I felt petty resentment toward my husband's "sleep superpowers" while I was miserably peripartum, too, though I didn't think of my envy as political.

I did harbor political resentment toward a certain type of pro-life mommyblogger that insisted -- with the best of intentions, I'm sure -- that "pregnancy is not a disease": that it's a perfectly natural and healthy state that women who've taken care of themselves have no reason to fear. The whole idealization of motherhood as the ultimate sacrifice, on the one hand, but also no sacrifice at all on the other (because it's what you and your body were "meant to do", because (it was often insinuated) all it takes to achieve healthy pre- and post-partum states is sufficient discipline, because any worthwhile woman will find it more fulfilling than anything...) grated on me.

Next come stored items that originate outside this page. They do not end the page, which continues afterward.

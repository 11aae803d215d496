"""Autosave and recovery: copies go to the data folder (never over the planner's file),
and work left by a killed window is offered back and restored exactly."""

import os
import subprocess
import sys
import textwrap

from support.ui import plan_state, sample_plan, ui_env, window  # noqa: F401 (fixtures)
from workbench.core.commands import EditActivity, SetPredecessors, settings_with
from workbench.core.model import Link
from workbench.io.planfile import load_plan, save_plan

KILLED_WRITER = textwrap.dedent("""
    import os, signal, sys
    os.environ["QT_QPA_PLATFORM"] = "offscreen"
    from PySide6.QtCore import QCoreApplication
    app = QCoreApplication([])
    from workbench.io.planfile import load_plan
    from workbench.ui.workspace.recovery import RecoveryStore
    store = RecoveryStore()
    store.claim(sys.argv[2] or None)
    store.write(load_plan(sys.argv[1]))
    sys.stdout.write("written\\n"); sys.stdout.flush()
    os.kill(os.getpid(), signal.SIGKILL) if hasattr(signal, "SIGKILL") else os._exit(9)
""")


def edited_plan():
    plan = sample_plan()
    SetPredecessors("E", [Link("F", "E", "FS", 1.5)]).do(plan)
    EditActivity("D", name="Draw layout — rev B", most_likely=6.25).do(plan)
    plan.set_settings(settings_with(plan.settings, title="Office refit (unsaved)", revision="C"))
    return plan


def leave_recovery(tmp_path, plan, source: str) -> None:
    """Run a process that writes a recovery copy and is then killed (no clean-up)."""
    work = tmp_path / "in_progress.slw"
    save_plan(plan, work, backup=False)
    env = dict(os.environ)
    result = subprocess.run([sys.executable, "-c", KILLED_WRITER, str(work), source],
                            env=env, capture_output=True, text=True, timeout=120)
    assert "written" in result.stdout, result.stderr
    assert result.returncode != 0  # it died without cleaning up
    work.unlink()


def test_copy_left_by_killed_process_is_offered_and_restores_exactly(window, ui_env, tmp_path):
    original = tmp_path / "refit.slw"
    save_plan(sample_plan(), original)
    before_bytes = original.read_bytes()
    lost = edited_plan()
    leave_recovery(tmp_path, lost, str(original))
    ui_env.replies["ask_recovery"] = "restore"
    assert window.files.offer_recovery()
    assert ui_env.names() == ["ask_recovery"]
    assert plan_state(window.session.plan) == plan_state(lost)
    assert window.files.path == str(original.resolve())
    assert window.isWindowModified()  # restored work is not saved yet
    assert original.read_bytes() == before_bytes
    assert window.files.store.orphans() == []  # offered once only


def test_choosing_the_saved_file_opens_it_and_drops_the_copy(window, ui_env, tmp_path):
    original = tmp_path / "refit.slw"
    saved = sample_plan()
    saved.set_settings(settings_with(saved.settings, title="As saved"))
    save_plan(saved, original)
    leave_recovery(tmp_path, edited_plan(), str(original))
    ui_env.replies["ask_recovery"] = "open"
    assert window.files.offer_recovery()
    assert plan_state(window.session.plan) == plan_state(load_plan(original))
    assert window.files.store.orphans() == []


def test_discard_removes_the_copy(window, ui_env, tmp_path):
    leave_recovery(tmp_path, edited_plan(), "")
    ui_env.replies["ask_recovery"] = "discard"
    before = plan_state(window.session.plan)
    assert not window.files.offer_recovery()
    assert plan_state(window.session.plan) == before
    assert window.files.store.orphans() == []


def test_autosave_writes_to_data_folder_only_when_changed(window, ui_env, tmp_path):
    user_file = tmp_path / "mine.slw"
    ui_env.replies["ask_save_path"] = str(user_file)
    assert window.files.save_as()
    mine = user_file.read_bytes()
    assert not window.files.autosave()  # nothing changed
    window.session.push(EditActivity("R", name="Survey every room"))
    assert window.files.autosave()
    folder = tmp_path / "data" / "recovery"
    copies = list(folder.glob("*.slw"))
    assert len(copies) == 1
    assert load_plan(copies[0]).activity("R").name == "Survey every room"
    assert user_file.read_bytes() == mine
    assert not window.files.autosave()  # no change since the last copy
    assert window.files.save()
    assert list(folder.glob("*.slw")) == []


def test_own_running_copy_is_not_offered(window, ui_env):
    window.session.push(EditActivity("R", name="Survey"))
    assert window.files.autosave()
    from workbench.ui.workspace.recovery import RecoveryStore
    assert RecoveryStore().orphans() == []  # its lock is held by this live window


def test_clean_close_leaves_no_copy(window, ui_env, tmp_path):
    window.session.push(EditActivity("R", name="Survey"))
    assert window.files.autosave()
    ui_env.replies["ask_unsaved"] = "discard"
    window.close()
    assert list((tmp_path / "data" / "recovery").glob("*.slw")) == []
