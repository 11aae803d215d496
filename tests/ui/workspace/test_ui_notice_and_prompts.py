"""The 'Not applied' bar goes once the plan is saved; question boxes are wide enough for
their titles."""

from workbench.ui import prompts


def test_not_applied_bar_is_cleared_by_saving(window, ui_env, tmp_path):
    window.session.refuse("activity R: most likely 9 is above pessimistic 6")
    assert window.notice.text().startswith("Not applied")
    ui_env.replies["ask_save_path"] = str(tmp_path / "refit.slw")
    assert window.files.save()
    assert window.notice.text() == ""


def test_unsaved_changes_box_fits_its_title(qtbot):
    box = prompts.message_box(None, "Unsaved changes", "Save the changes to refit.slw?",
                              detail="Changes you don't save are lost.")
    qtbot.addWidget(box)
    box.show()
    title = box.fontMetrics().horizontalAdvance("Unsaved changes")
    assert box.width() >= title + prompts.TITLE_ROOM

I did experience pregnancy as a "disease", that is, as something my particular body was *not* set up to do "naturally", and while that can be attributed to underlying conditions, I didn't earn those conditions through lack of discipline. Instead, I entered my childbearing years quite fit and physically disciplined considering their presence -- then childbearing "broke" me for a while.

The term "kyriarchy" is intended to extend "the patriarchy" beyond gender. I'm not a serious feminist, but at least where these particular mommybloggers were concerned, I began to see why the label "kyriarchy" might stick. I had some loose professional relationships with them, and, while I think their intention was to buck other women up, to make being a "good mom" seem within every ordinary woman's reach and carrying a pregnancy to term seem unfrightening (and abortion therefore less attractive), the effect of such seemingly oblivious cheerleading on someone already suffering was the opposite, isolating and shaming.

Did I resent my husband politically? Or men as such? Nope. The "kyriarchy"? Justaweelittlebit. Sometimes.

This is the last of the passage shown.